A “captive” is an insurance company created to insure the risks of its owner(s). Captives are a form of self-insurance established to meet the risk management needs of the owners or members. Group captives or risk retention groups insure the risks of unrelated entities.
Captives are formed to cover a wide range of risks, including most casualty exposure, property, terrorism, cyber, and even international employee benefits. Risks can be first party or third party, and companies are becoming more creative in how they utilize their captive programs.
The types of entities forming captives include the vast majority of Fortune 500 companies, all the way down to nonprofit organizations. Captive utilization spans most market sectors including automotive, telecoms, technology, retail, manufacturing, healthcare, pharma, oil and gas and even TNCs.

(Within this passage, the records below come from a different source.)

describe('the ledger and its export', () => {
  let w: WorkshopFixture;
  let acc: Client;
  beforeAll(async () => {
    fake.state.reset();
    w = await makeWorkshop('Ledger');
    acc = await signIn(server.app, w.users.accounts.email);
    // An owner name a spreadsheet would run as a formula.
    await Customer.update({ name: '=HYPERLINK("x")' }, { where: { id: w.owners[1].customer.id } });
    const j1 = w.owners[0].job;
    const j2 = w.owners[1].job;
    const dr = await depositRequest(j1, '99.99');
    await cardPayment(sdk, j1, '99.99', { kind: 'deposit', depositRequestId: dr.id, receivedAt: new Date('2026-11-02T10:00:00Z') });
    const p = await cardPayment(sdk, j2, '0.10', { receivedAt: new Date('2026-11-03T10:00:00Z') });
    await cardPayment(sdk, j2, '1234.57', { receivedAt: new Date('2026-11-04T10:00:00Z') });
    await offlinePayment(j1, '0.20', new Date('2026-11-05T10:00:00Z'));
    await cardRefund(sdk, p.payment, '0.05');
  });

  it('when the ledger is read, then it totals the whole filtered set exactly, pages and sorts on the server, and filters by kind', async () => {
    const all = await acc.get('/api/accounts/ledger?pageSize=2&sort=gross&dir=asc');
    expect(all.status).toBe(200);
    expect(all.body.total).toBe(5);
    expect(all.body.items).toHaveLength(2);
    expect(all.body.items.map((r: { gross: string }) => r.gross)).toEqual(['-0.05', '0.10']);
    // 99.99 + 0.10 + 1234.57 + 0.20 − 0.05: in floating point this sum is not 1334.81.
    expect(all.body.totals.gross).toBe('1334.81');
    expect(all.body.totals.net).toBe(new Dec(all.body.totals.gross).minus(all.body.totals.fee).toFixed(2));
    const second = await acc.get('/api/accounts/ledger?pageSize=2&page=3&sort=gross&dir=asc');
    expect(second.body.items.map((r: { gross: string }) => r.gross)).toEqual(['1234.57']);
    const refunds = await acc.get('/api/accounts/ledger?kind=refund');
    expect(refunds.body).toMatchObject({ total: 1, totals: { gross: '-0.05', fee: '0.00', net: '-0.05' } });
    const offline = await acc.get('/api/accounts/ledger?kind=offline');
    expect(offline.body.items[0]).toMatchObject({ kind: 'offline', method: 'bank_transfer', gross: '0.20' });
    const dep = await acc.get('/api/accounts/ledger?kind=deposit');
    expect(dep.body.items[0].settles).toBe('Deposit: Parts ordered');
    const dated = await acc.get('/api/accounts/ledger?from=2026-11-03&to=2026-11-04');
    expect(dated.body.total).toBe(2);
  });

  it('when the ledger is exported, then the CSV parsed back with the same library equals the ledger rows, and formula-like text is guarded', async () => {
    const page = await acc.get('/api/accounts/ledger?pageSize=200');
    const csv = await acc.get('/api/accounts/ledger.csv');
    expect(csv.status).toBe(200);
    expect(csv.headers['content-type']).toMatch(/text\/csv/);
    const rows = parse(csv.text, { columns: true }) as Record<string, string>[];
    expect(Object.keys(rows[0]!)).toEqual(['date', 'kind', 'job', 'owner', 'method', 'currency', 'gross', 'fee', 'net', 'status', 'payout', 'settles', 'id']);
    expect(rows).toEqual(
      page.body.items.map((r: Record<string, string | null>) => ({
        date: r.date!.slice(0, 10), kind: r.kind, job: r.jobNumber, owner: guardText(r.ownerName), method: r.method, currency: r.currency,
        gross: r.gross, fee: r.fee ?? '', net: r.net ?? '', status: r.status, payout: r.payout ?? '', settles: r.settles ?? '', id: r.id,
      })),
    );
    expect(rows.some((r) => r.owner === `'=HYPERLINK("x")`)).toBe(true);
    // Amounts keep their minus sign: only text cells are guarded.
    expect(rows.some((r) => r.gross === '-0.05')).toBe(true);
  });

  it('when a date range is the wrong way round, or starts before the workshop’s records, then it is a clear 400', async () => {
    const wrong = await acc.get('/api/accounts/ledger?from=2026-11-05&to=2026-11-01');
    expect(wrong.status).toBe(400);
    expect(wrong.body.error.fields.to).toMatch(/start date must be on or before the end date/);
    const early = await acc.get('/api/accounts/vat-summary?from=2019-01-01&to=2026-12-31');
    expect(early.status).toBe(400);
    expect(early.body.error.message).toMatch(/records start in the quarter beginning 2026-10-01/);
    const late = await acc.get('/api/accounts/vat-summary?from=2026-10-01&to=2031-12-31');
    expect(late.status).toBe(400);
    expect((await acc.get('/api/accounts/vat-summary?from=2026-13-01&to=2026-12-31')).status).toBe(400);
  });
});

describe('exceptions', () => {
  it('when things do not match, then each kind is listed once; resolving needs a note, is recorded in the job’s history and the ledger, and twenty at once have one winner', async () => {
    const w = await makeWorkshop('Exceptions');
    const acc = await signIn(server.app, w.users.accounts.email);
    const j1 = w.owners[0].job;
    const j2 = w.owners[1].job;
    const paidNoInvoice = await cardPayment(sdk, j1, '40.00');
    const differs = await cardPayment(sdk, j2, '75.00', { expected: '80.00' });
    await invoice(j2, { net: '100.00', vat: '20.00', gross: '120.00', taxPoint: '2026-10-01', dueOn: '2026-10-31' });
    await cardRefund(sdk, differs.payment, '5.00');
    const first = await acc.get('/api/accounts/exceptions');
    const kinds = first.body.map((e: { kind: string }) => e.kind).sort();
    expect(kinds).toEqual(['amount_differs', 'paid_not_invoiced', 'refund_without_credit_note', 'unpaid_past_terms']);
    // Read again: nothing raised twice.
    expect((await acc.get('/api/accounts/exceptions')).body).toHaveLength(4);

    const target = first.body.find((e: { kind: string }) => e.kind === 'paid_not_invoiced');
    expect(target.paymentId).toBe(paidNoInvoice.payment.id);
    const noNote = await acc.post(`/api/accounts/exceptions/${target.id}/resolve`, { note: '   ' });
    expect(noNote.status).toBe(400);
    expect(noNote.body.error.fields.note).toMatch(/note/i);
    expect((await acc.post(`/api/accounts/exceptions/${target.id}/resolve`, {})).status).toBe(400);
    expect(await count(`SELECT count(*) AS n FROM account_exceptions WHERE id = $1 AND state = 'open'`, [target.id])).toBe(1);

    const all = await Promise.all(Array.from({ length: 20 }, () => acc.post(`/api/accounts/exceptions/${target.id}/resolve`, { note: 'Invoice to follow: owner paid early at the desk.' })));
    const statuses = all.map((r) => r.status).sort();
    expect(statuses.filter((s) => s === 200)).toHaveLength(1);
    expect(statuses.filter((s) => s === 409)).toHaveLength(19);
    const history = await AuditEvent.findAll({ where: { jobId: j1.id, action: 'accounts.exception_resolved' } });
    expect(history).toHaveLength(1);
    expect(history[0]!.summary).toMatch(/Invoice to follow/);
    const ledger = await acc.get('/api/accounts/ledger?kind=balance');
    expect(ledger.body.items.find((r: { id: string }) => r.id === paidNoInvoice.payment.id).exception).toEqual({ kind: 'paid_not_invoiced', state: 'resolved', note: 'Invoice to follow: owner paid early at the desk.' });
    const resolved = await acc.get('/api/accounts/exceptions?state=resolved');
    expect(resolved.body[0]).toMatchObject({ id: target.id, resolvedByName: w.users.accounts.name });
  });

  it('when someone other than accounts or admin asks, then engineers and owners get 404, managers may only read, and another workshop’s exception is 404', async () => {
    const w = await makeWorkshop('Access');
    await cardPayment(sdk, w.owners[0].job, '10.00');
    const acc = await signIn(server.app, w.users.accounts.email);
    const [ex] = (await acc.get('/api/accounts/exceptions')).body;
    for (const who of [w.users.engineer.email, w.owners[0].user.email]) {
      const c = await signIn(server.app, who);
      for (const path of ['/api/accounts/ledger', '/api/accounts/payouts', '/api/accounts/exceptions', '/api/accounts/aged-debt', '/api/accounts/vat-summary?from=2026-10-01&to=2026-12-31', '/api/accounts/ledger.csv', '/api/accounts/weekly']) {
        expect((await c.get(path)).status, `${who} ${path}`).toBe(404);
      }
    }
    const manager = await signIn(server.app, w.users.manager.email);
    expect((await manager.get('/api/accounts/ledger')).status).toBe(200);
    expect((await manager.post(`/api/accounts/exceptions/${ex.id}/resolve`, { note: 'Seen' })).status).toBe(404);
    // Another workshop's accounts person.
    expect((await accounts.post(`/api/accounts/exceptions/${ex.id}/resolve`, { note: 'Not mine' })).status).toBe(404);
    expect((await accounts.get(`/api/accounts/payouts/${ex.id}`)).status).toBe(404);
    const admin = await signIn(server.app, w.users.admin.email);
    expect((await admin.post(`/api/accounts/exceptions/${ex.id}/resolve`, { note: 'Checked with the owner.' })).status).toBe(200);
  });
});

describe('VAT summary', () => {
  it('when a deposit falls in one quarter, its invoice in the next, and a credit note after, then each quarter carries its own output VAT and the totals tie to the documents', async () => {
    // Hand-worked [VAT Act 1994 s6(4): a payment before the invoice is a tax point for what it
    // covers; VAT Regulations 1995 reg 38: a credit note adjusts output VAT when it is issued]:
    //  Q3 2026: deposit £240.00 received 15 Sep at 20 %  → VAT 240 × 1/6 = £40.00, net £200.00.
    //  Q4 2026: invoice 20 Oct, £1,000.00 + £200.00 VAT; less the deposit's £40.00 already
    //           accounted → £160.00; credit note 5 Nov £50.00 + £10.00 VAT → −£10.00. Q4 = £150.00.
    const w = await makeWorkshop('Vat');
    const acc = await signIn(server.app, w.users.accounts.email);
    const job = w.owners[0].job;
    const dr = await depositRequest(job, '240.00', [{ rate: '20', gross: '1200.00' }]);
    const dep = await cardPayment(sdk, job, '240.00', { kind: 'deposit', depositRequestId: dr.id, receivedAt: new Date('2026-09-15T11:00:00Z') });
    const inv = await invoice(job, {
      net: '1000.00', vat: '200.00', gross: '1200.00', taxPoint: '2026-10-20', dueOn: '2026-11-19', balanceDue: '960.00',
      deposits: [{ paymentId: dep.payment.id, receivedOn: '2026-09-15', amount: '240.00', vat: '40.00', method: 'card', reference: null }],
    });
    await creditNote(inv, { net: '50.00', vat: '10.00', gross: '60.00', taxPoint: '2026-11-05' });

    const q3 = await acc.get('/api/accounts/vat-summary?from=2026-07-01&to=2026-09-30');
    expect(q3.status).toBe(200);
    expect(q3.body.totals).toEqual({ net: '200.00', vat: '40.00', gross: '240.00' });
    expect(q3.body.byRate).toEqual([{ rate: '20%', net: '200.00', vat: '40.00', gross: '240.00' }]);
    expect(q3.body.documents).toHaveLength(1);

    const q4 = await acc.get('/api/accounts/vat-summary?from=2026-10-01&to=2026-12-31');
    expect(q4.body.totals).toEqual({ net: '750.00', vat: '150.00', gross: '900.00' });
    expect(q4.body.documents.map((d: { kind: string; vat: string }) => [d.kind, d.vat])).toEqual([['invoice', '200.00'], ['invoice', '-40.00'], ['credit_note', '-10.00']]);
    const tie = q4.body.documents.reduce((a: Dec, d: { vat: string }) => a.plus(d.vat), new Dec(0));
    expect(tie.toFixed(2)).toBe(q4.body.totals.vat);

    const csv = await acc.get('/api/accounts/vat-summary.csv?from=2026-10-01&to=2026-12-31');
    const rows = parse(csv.text, { columns: true }) as Record<string, string>[];
    expect(rows.at(-1)).toMatchObject({ section: 'total', vat: '150.00', net: '750.00', gross: '900.00' });
  });
});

The benefits of forming a captive include flexibility for tailored coverage (hard to insure or emerging risks), insulation to the insurance market cycle, financial incentives in loss control, niche business risk knowledge, flexibility in managing risk, creative insurance solutions, cost allocations to business units, and consolidation of risk management.

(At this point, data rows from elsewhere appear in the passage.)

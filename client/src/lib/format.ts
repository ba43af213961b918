/**
 * Money is formatted by shared's one formatter (decimal strings, `Intl.NumberFormat`, half-up at the
 * currency's minor unit), the same one the e-mails and history use; re-exported so pages keep one
 * import for display helpers.
 */
import { formatCalendarDate, formatMoment, workshopToday } from '@wingstage/shared';

export { formatMoney, type MoneyFormatOptions } from '@wingstage/shared';

/**
 * `2026-12-01` (a calendar date) → "1 Dec 2026", never shifted a day; a moment → the day it fell
 * on, on the workshop's clock (shared's `formatMoment`, the same on the server's first view).
 */
export function formatDate(iso: string | null | undefined): string {
  if (!iso) return '—';
  if (/^\d{4}-\d{2}-\d{2}$/.test(iso)) return formatCalendarDate(iso);
  return formatMoment(iso, 'date');
}

/** A moment on the workshop's clock, whatever the device's: "2 Dec 2026, 14:03". */
export function formatDateTime(iso: string): string {
  return formatMoment(iso, 'date-time');
}

/** Today on the workshop's clock (`YYYY-MM-DD`), not the device's: the default of every date box in a form. */
export function todayIso(now = new Date()): string {
  return workshopToday(now);
}

/** Hours are decimal strings too; show them as they are, trimmed of a trailing ".0". */
export function formatHours(h: string): string {
  return `${h.replace(/\.0+$/, '')} h`;
}

/**
 * A stored money amount ready to edit: at least two decimals, no trailing zeros beyond them.
 * "11.4000" → "11.40", "0.1250" → "0.125", "12" → "12.00". String work only: no float.
 */
export function moneyForInput(v: string): string {
  const [whole, frac = ''] = v.split('.');
  const kept = frac.replace(/0+$/, '').padEnd(2, '0');
  return `${whole}.${kept}`;
}

/** "0.9700" → "0.97", "12.0000" → "12": measurements are stored with four decimals but read as taken. */
export function trimDecimal(v: string): string {
  return v.includes('.') ? v.replace(/0+$/, '').replace(/\.$/, '') : v;
}
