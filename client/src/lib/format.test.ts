import { describe, expect, it } from 'vitest';
import { formatDate, moneyForInput, todayIso } from './format';

describe('dates', () => {
  it('reads a calendar date without shifting it across a time zone', () => {
    expect(formatDate('2026-12-01')).toBe('1 Dec 2026');
    expect(formatDate(null)).toBe('—');
  });

  it('writes today as an ISO calendar date on the workshop’s clock', () => {
    expect(todayIso(new Date('2026-01-05T12:00:00Z'))).toBe('2026-01-05');
    // 23:30 UTC on 30 June is 00:30 on 1 July on the workshop's (British Summer Time) clock.
    expect(todayIso(new Date('2026-06-30T23:30:00Z'))).toBe('2026-07-01');
  });
});

describe('moneyForInput', () => {
  it('shows a stored four-decimal amount with two decimals unless more are meaningful', () => {
    expect(moneyForInput('11.4000')).toBe('11.40');
    expect(moneyForInput('0.1250')).toBe('0.125');
    expect(moneyForInput('12')).toBe('12.00');
    expect(moneyForInput('3.1416')).toBe('3.1416');
  });
});
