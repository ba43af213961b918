/** The shape every feature's key factory follows: all → lists() → list(filters) → details() → detail(id). */
export function createQueryKeys<const Name extends string>(name: Name) {
  const all = [name] as const;
  return {
    all,
    lists: () => [...all, 'list'] as const,
    list: (filters: Record<string, unknown>) => [...all, 'list', filters] as const,
    details: () => [...all, 'detail'] as const,
    detail: (id: string) => [...all, 'detail', id] as const,
  };
}
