import { workshopPricingFrom } from '@wingstage/shared';
import { describe, expect, it } from 'vitest';
import { partSellPrice, vatRateLabel } from './pricing-preview';

const pricing = workshopPricingFrom({
  currency: 'GBP',
  vatRates: { standard: '20', reduced: '5', zero: '0' },
  settings: { vatRounding: 'invoice-nearest', partsMarkupPercent: '20', subcontractMarkupPercent: '10', approvalLinkDays: 14, chaseAfterHours: 48, contactPhone: '', contactEmail: '', depositPolicy: { kind: 'none' }, paymentTermsDays: 30 },
});

describe('partSellPrice', () => {
  it('asks the engine: cost plus the workshop mark-up, its own mark-up, or a fixed price', () => {
    // 6.80 × 1.20 = 8.16
    expect(partSellPrice({ unitCost: '6.80', unitPrice: null, markupPercent: null, vatRate: 'standard' }, pricing)).toBe('8.16');
    // 24.50 × 1.25 = 30.625, rounded half up to the penny
    expect(partSellPrice({ unitCost: '24.50', unitPrice: null, markupPercent: '25', vatRate: 'standard' }, pricing)).toBe('30.63');
    expect(partSellPrice({ unitCost: '1.15', unitPrice: '2.50', markupPercent: null, vatRate: 'standard' }, pricing)).toBe('2.50');
  });

  it('gives no price while the cost is still being typed', () => {
    expect(partSellPrice({ unitCost: '', unitPrice: null, markupPercent: null, vatRate: 'standard' }, pricing)).toBeNull();
    expect(partSellPrice({ unitCost: '6,80', unitPrice: null, markupPercent: null, vatRate: 'standard' }, pricing)).toBeNull();
  });

  it("labels VAT rates with the workshop's percentages", () => {
    expect(vatRateLabel('reduced', pricing)).toBe('Reduced (5%)');
    expect(vatRateLabel('exempt', pricing)).toBe('Exempt');
  });
});
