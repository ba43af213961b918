/** Shown wherever an engineer records or judges work on an aircraft. */
export const SAFETY_CAUTION = "Follow the manufacturer's current data and the authority's rules. Wingstage records the work; only the licensed inspector certifies the aircraft.";
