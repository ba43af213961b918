import type { Page, PartDto } from '@wingstage/shared';
import { keepPreviousData, queryOptions } from '@tanstack/react-query';
import { api } from '@/lib/api-client';
import type { ListParams } from '@/lib/list-params';
import { partKeys } from './catalogue-keys';

export type PartListParams = Partial<ListParams> & { supplierId?: string; active?: 'true' | 'false'; /** Comma-separated ids. */ ids?: string };

export const getParts = (params: PartListParams, signal?: AbortSignal) => api.get<Page<PartDto>>('/parts', params, signal);

export const partsQueryOptions = (params: PartListParams) =>
  queryOptions({ queryKey: partKeys.list(params), queryFn: ({ signal }) => getParts(params, signal), placeholderData: keepPreviousData });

Once established, the captive operates like a commercial insurance company and is subject to state regulatory requirements (albeit less onerous ones than the traditional market), including financial reporting, capital/ solvency support, and reserve adequacy including an annual actuarial opinion.
At the outset of 2020, risk professionals who were trying to purchase or renew insurance policies had to navigate an increasingly hardening insurance market characterized by higher rates in almost all lines. The coronavirus pandemic and natural catastrophe losses have only made matters worse.
Captive insurance companies came into existence because of difficult markets, like what we’re experiencing right now. They offer companies greater flexibility and options in a hard insurance market.
Captives have helped support parents during the COVID-19 crisis by providing them needed cash through dividends. In addition, domiciles have supported some captives entering into intercompany investments as another way to get capital to parents.